Top of Records

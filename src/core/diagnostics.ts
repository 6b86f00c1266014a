/**
 * The closed set of things the core can say about a sample. Each diagnostic is a value with a stable
 * code; its wording lives only in `describeDiagnostic`, so reports and the CLI never invent text.
 *
 * Severity: "error" means the requested result could not be computed (the CLI exits non-zero);
 * "warning" means the result stands but needs the analyst's attention; "info" is a fact worth knowing.
 */

import { magnitudeRange, magnitudeRatio } from "./parameters.js";

export type Severity = "error" | "warning" | "info";

export type DiagnosticDetail =
  | { readonly code: "too-few-observations"; readonly observations: number; readonly minimum: number }
  | { readonly code: "zero-variance"; readonly series: "low" | "high" | "market" | "x" }
  | { readonly code: "nonpositive-covariance"; readonly covariance: number; readonly correlation: number }
  | { readonly code: "perfect-correlation"; readonly correlation: number }
  | { readonly code: "low-beta-above-one"; readonly upperBound: number }
  | { readonly code: "books-swapped"; readonly lowerBound: number; readonly upperBound: number }
  | { readonly code: "market-mean-near-zero"; readonly marketMean: number; readonly tStat: number; readonly criticalValue: number }
  | {
      readonly code: "return-implied-outside-set";
      readonly lowBeta: number;
      readonly min: number;
      readonly max: number;
      readonly pValue: number;
      readonly confidence: number;
    }
  | {
      readonly code: "return-implied-outside-not-significant";
      readonly lowBeta: number;
      readonly min: number;
      readonly max: number;
      /** Null when no test was run (standard errors off). */
      readonly pValue: number | null;
      readonly confidence: number | null;
    }
  | { readonly code: "degenerate-moments"; readonly quantity: string }
  | { readonly code: "uncertainty-unavailable"; readonly observations: number; readonly minimum: number }
  | {
      readonly code: "cancellation";
      readonly quantity: "low" | "high" | "market" | "covariance";
      readonly value: number;
      readonly roundingError: number;
    }
  | {
      readonly code: "magnitude-out-of-range";
      readonly series: "low" | "high";
      readonly largest: number;
      /** The other book's largest absolute value when the two are too far apart; null when this one is out of range. */
      readonly other: number | null;
    }
  | { readonly code: "invalid-number"; readonly argument: string; readonly index: number; readonly value: string }
  | { readonly code: "length-mismatch"; readonly argument: string; readonly length: number; readonly expected: number }
  | { readonly code: "invalid-argument"; readonly argument: string; readonly value: string; readonly expected: string }
  // The independent index (docs/methods.md §3) and the correlated-noise sensitivity (§2).
  | { readonly code: "index-constant"; readonly variance: number }
  | { readonly code: "index-out-of-range"; readonly largest: number }
  | { readonly code: "index-not-identified"; readonly quantity: IndexCovariance; readonly value: number }
  | { readonly code: "index-sign-condition"; readonly lowHigh: number; readonly lowIndex: number; readonly highIndex: number }
  | { readonly code: "index-heywood"; readonly series: "low" | "high" | "index"; readonly noiseVariance: number }
  | { readonly code: "noise-correlation-not-an-interval"; readonly noiseCorrelation: number; readonly correlation: number }
  | { readonly code: "noise-correlation-no-set"; readonly noiseCorrelation: number }
  // The k-portfolio factor model (docs/methods.md §31).
  | { readonly code: "factor-too-few-portfolios"; readonly count: number; readonly minimum: number }
  | { readonly code: "factor-constant"; readonly portfolio: string }
  | { readonly code: "factor-singular-covariance"; readonly observations: number; readonly portfolios: number }
  | { readonly code: "factor-not-normalisable"; readonly marketLoading: number }
  | { readonly code: "factor-not-converged"; readonly iterations: number }
  | { readonly code: "factor-heywood"; readonly portfolio: string; readonly noiseVariance: number };

/** The covariances the index model divides by: of the books, of each book with the index, of the market proxy with it. */
export type IndexCovariance = "lowHigh" | "lowIndex" | "highIndex" | "marketIndex";

export type DiagnosticCode = DiagnosticDetail["code"];

export interface Diagnostic {
  readonly code: DiagnosticCode;
  readonly severity: Severity;
  readonly message: string;
  readonly detail: DiagnosticDetail;
}

const severityOf: Record<DiagnosticCode, Severity> = {
  "too-few-observations": "error",
  "zero-variance": "error",
  "nonpositive-covariance": "error",
  "perfect-correlation": "info",
  "low-beta-above-one": "warning",
  "books-swapped": "warning",
  "market-mean-near-zero": "info",
  "return-implied-outside-set": "warning",
  "return-implied-outside-not-significant": "info",
  "degenerate-moments": "error",
  "uncertainty-unavailable": "info",
  cancellation: "error",
  "magnitude-out-of-range": "error",
  "invalid-number": "error",
  "length-mismatch": "error",
  "invalid-argument": "error",
  "index-constant": "warning",
  "index-out-of-range": "warning",
  "index-not-identified": "warning",
  "index-sign-condition": "warning",
  "index-heywood": "warning",
  "noise-correlation-not-an-interval": "warning",
  "noise-correlation-no-set": "warning",
  "factor-too-few-portfolios": "warning",
  "factor-constant": "warning",
  "factor-singular-covariance": "warning",
  "factor-not-normalisable": "warning",
  "factor-not-converged": "warning",
  "factor-heywood": "warning",
};

const covarianceNames: Record<IndexCovariance, string> = {
  lowHigh: "low and high",
  lowIndex: "low and the index",
  highIndex: "high and the index",
  marketIndex: "the market proxy and the index",
};

const fmt = (x: number): string => (Number.isFinite(x) ? Number(x.toPrecision(6)).toString() : String(x));
/** "p = 0.0123", or "p < 0.0001". */
const fmtP = (p: number): string => (p < 0.0001 ? "p < 0.0001" : `p = ${p.toFixed(4)}`);

/** The one place where diagnostic wording lives. */
export function describeDiagnostic(detail: DiagnosticDetail): string {
  switch (detail.code) {
    case "too-few-observations":
      return `only ${detail.observations} observation(s); at least ${detail.minimum} are needed`;
    case "zero-variance":
      if (detail.series === "x") return "x is constant, so the slope of a line through the points is undefined";
      return `the ${detail.series} series has zero variance (it is constant), so betas and correlations are undefined; check that the right column was chosen`;
    case "nonpositive-covariance":
      return (
        `the covariance of low and high is ${fmt(detail.covariance)} (correlation ${fmt(detail.correlation)}); ` +
        "a one-factor model with positive structural betas needs it to be positive, so no structure fits and there is no identified set"
      );
    case "perfect-correlation":
      return `low and high are perfectly correlated (correlation ${fmt(detail.correlation)}): the identified set is a single point with no noise`;
    case "low-beta-above-one":
      return (
        `the upper bound of the low structural beta is ${fmt(detail.upperBound)} > 1: part of the set has the "low" book ` +
        "carrying the higher structural beta, so the labels low and high are not implied by the data"
      );
    case "books-swapped":
      return (
        `the low structural beta is above 1 over the whole identified set (${fmt(detail.lowerBound)} to ${fmt(detail.upperBound)}): ` +
        'the "low" book carries the higher beta everywhere, so the books look swapped; exchange --low and --high'
      );
    case "market-mean-near-zero":
      return (
        `the mean excess market return ${fmt(detail.marketMean)} is not distinguishable from zero (t = ${fmt(detail.tStat)}, ` +
        `within ${fmt(detail.criticalValue)} standard errors): the return-implied structural beta, a ratio of means, has no ` +
        "bounded confidence interval (Fieller) and is not reported"
      );
    case "return-implied-outside-set":
      return (
        `the return-implied low structural beta ${fmt(detail.lowBeta)} lies outside the identified set ` +
        `[${fmt(detail.min)}, ${fmt(detail.max)}], significantly (${fmtP(detail.pValue)}, below ${fmt(1 - detail.confidence)}): ` +
        "noise in the betas does not explain the mean returns under one priced factor and uncorrelated noise"
      );
    case "return-implied-outside-not-significant":
      return (
        `the return-implied low structural beta ${fmt(detail.lowBeta)} lies outside the identified set ` +
        `[${fmt(detail.min)}, ${fmt(detail.max)}] by the point estimates, ` +
        (detail.pValue === null || detail.confidence === null
          ? "untested (standard errors are off): no conclusion is drawn"
          : `but not significantly (${fmtP(detail.pValue)}, not below ${fmt(1 - detail.confidence)}): noise can still explain the alpha`)
      );
    case "uncertainty-unavailable":
      return `standard errors and intervals need at least ${detail.minimum} observations (there are ${detail.observations}); none are reported`;
    case "degenerate-moments":
      return (
        `the ${detail.quantity} cannot be represented in double precision (the variances and the covariance differ by ` +
        "hundreds of orders of magnitude), so no identified set is reported; check the units and the columns"
      );
    case "cancellation":
      return detail.quantity === "covariance"
        ? `the covariance of low and high, ${fmt(detail.value)}, is at the level of the rounding of the numbers themselves, ` +
            `which could change it by ${fmt(detail.roundingError)}: the data do not determine it, so no identified set is reported`
        : `the ${detail.quantity} series varies only in the last digits of its numbers: their rounding could change its variance ` +
            `${fmt(detail.value)} by ${fmt(detail.roundingError)}, so it is treated as constant; check that the right column was chosen`;
    case "magnitude-out-of-range":
      return detail.other === null
        ? `the ${detail.series} series' values reach ${fmt(detail.largest)} in absolute value, outside ${magnitudeRange.min} to ` +
            `${magnitudeRange.max}, where their squares (the variances) leave double precision; rescale the data (for example to decimal returns)`
        : `the ${detail.series} series' values (up to ${fmt(detail.largest)} in absolute value) and the other book's (up to ` +
            `${fmt(detail.other)}) are more than ${fmt(magnitudeRatio)} apart, so one book's variance is lost in the other's rounding; ` +
            "check the units of both columns";
    case "invalid-number":
      return `${detail.argument}[${detail.index}] is ${detail.value}: every value must be a finite number`;
    case "length-mismatch":
      return `${detail.argument} has ${detail.length} values where ${detail.expected} are expected: the series must be aligned`;
    case "invalid-argument":
      return `${detail.argument} is ${detail.value}: it must be ${detail.expected}`;
    case "index-constant":
      return (
        `the index series is constant (or varies only in the last digits of its numbers; variance ${fmt(detail.variance)}), ` +
        "so it carries no information on the factor and the model with an index is not estimated; check that the right column was chosen"
      );
    case "index-out-of-range":
      return (
        `the index series' values reach ${fmt(detail.largest)} in absolute value, outside ${magnitudeRange.min} to ${magnitudeRange.max}, ` +
        "where its variance leaves double precision; the model with an index is not estimated (rescale the column)"
      );
    case "index-not-identified":
      return (
        `the covariance of ${covarianceNames[detail.quantity]} is ${fmt(detail.value)}, zero or at the level of the numbers' rounding: ` +
        "the model with an index divides by it, so its betas are not identified and none are reported"
      );
    case "index-sign-condition":
      return (
        `the covariances of the books and the index (low-high ${fmt(detail.lowHigh)}, low-index ${fmt(detail.lowIndex)}, ` +
        `high-index ${fmt(detail.highIndex)}) have a negative product: no one-factor structure fits them (the implied factor ` +
        "variance is negative); the estimates are shown but are not admissible"
      );
    case "index-heywood":
      return (
        `the model with an index implies a negative ${detail.series} noise variance (${fmt(detail.noiseVariance)}), a Heywood case: ` +
        "no admissible structure reproduces the three series' moments; the value is reported as computed, not set to zero"
      );
    case "noise-correlation-not-an-interval":
      return (
        `an assumed noise correlation of ${fmt(detail.noiseCorrelation)} is at or above the books' observed correlation ` +
        `${fmt(detail.correlation)}: the structures that fit no longer form an interval of betas, so no bounds are reported for it`
      );
    case "noise-correlation-no-set":
      return (
        `no bounds for a noise correlation of ${fmt(detail.noiseCorrelation)}: the books' covariance is not positive ` +
        "(or not determined by the data), and the sensitivity analysis starts from the identified set, which does not exist here"
      );
    case "factor-too-few-portfolios":
      return (
        `the factor model needs at least ${detail.minimum} portfolios in --portfolios, got ${detail.count}: ` +
        "with fewer the loadings are not identified (use the two-book identified set instead)"
      );
    case "factor-constant":
      return `portfolio ${detail.portfolio} has zero variance: the factor model is not fitted; drop the column from --portfolios`;
    case "factor-singular-covariance":
      return (
        `the ${detail.portfolios} portfolios' sample covariance matrix is singular (${detail.observations} observations; ` +
        "perfectly correlated columns, or no more rows than portfolios): the factor model is not fitted; drop a redundant column"
      );
    case "factor-not-normalisable":
      return (
        `the fitted loadings' market-weighted sum is about zero (${fmt(detail.marketLoading)}): they cannot be scaled so that the ` +
        "market proxy's beta is 1; check --market-weights"
      );
    case "factor-not-converged":
      return `the factor model's maximum-likelihood iteration stopped after ${detail.iterations} steps without converging; its estimates are approximate`;
    case "factor-heywood":
      return (
        `the factor model puts the noise variance of ${detail.portfolio} at 0 (${fmt(detail.noiseVariance)}), a Heywood case: ` +
        "the one-factor structure fits only at the boundary; its standard errors are not reported"
      );
  }
}

/** Builds a diagnostic value from its detail. */
export function diagnose(detail: DiagnosticDetail): Diagnostic {
  return { code: detail.code, severity: severityOf[detail.code], message: describeDiagnostic(detail), detail };
}

export function hasError(diagnostics: readonly Diagnostic[]): boolean {
  return diagnostics.some((d) => d.severity === "error");
}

Bottom of Records

Work instruction:
The answer must be every line of the entries that includes the word "bounds".

Response to this task:
        `${fmt(detail.correlation)}: the structures that fit no longer form an interval of betas, so no bounds are reported for it`
        `no bounds for a noise correlation of ${fmt(detail.noiseCorrelation)}: the books' covariance is not positive ` +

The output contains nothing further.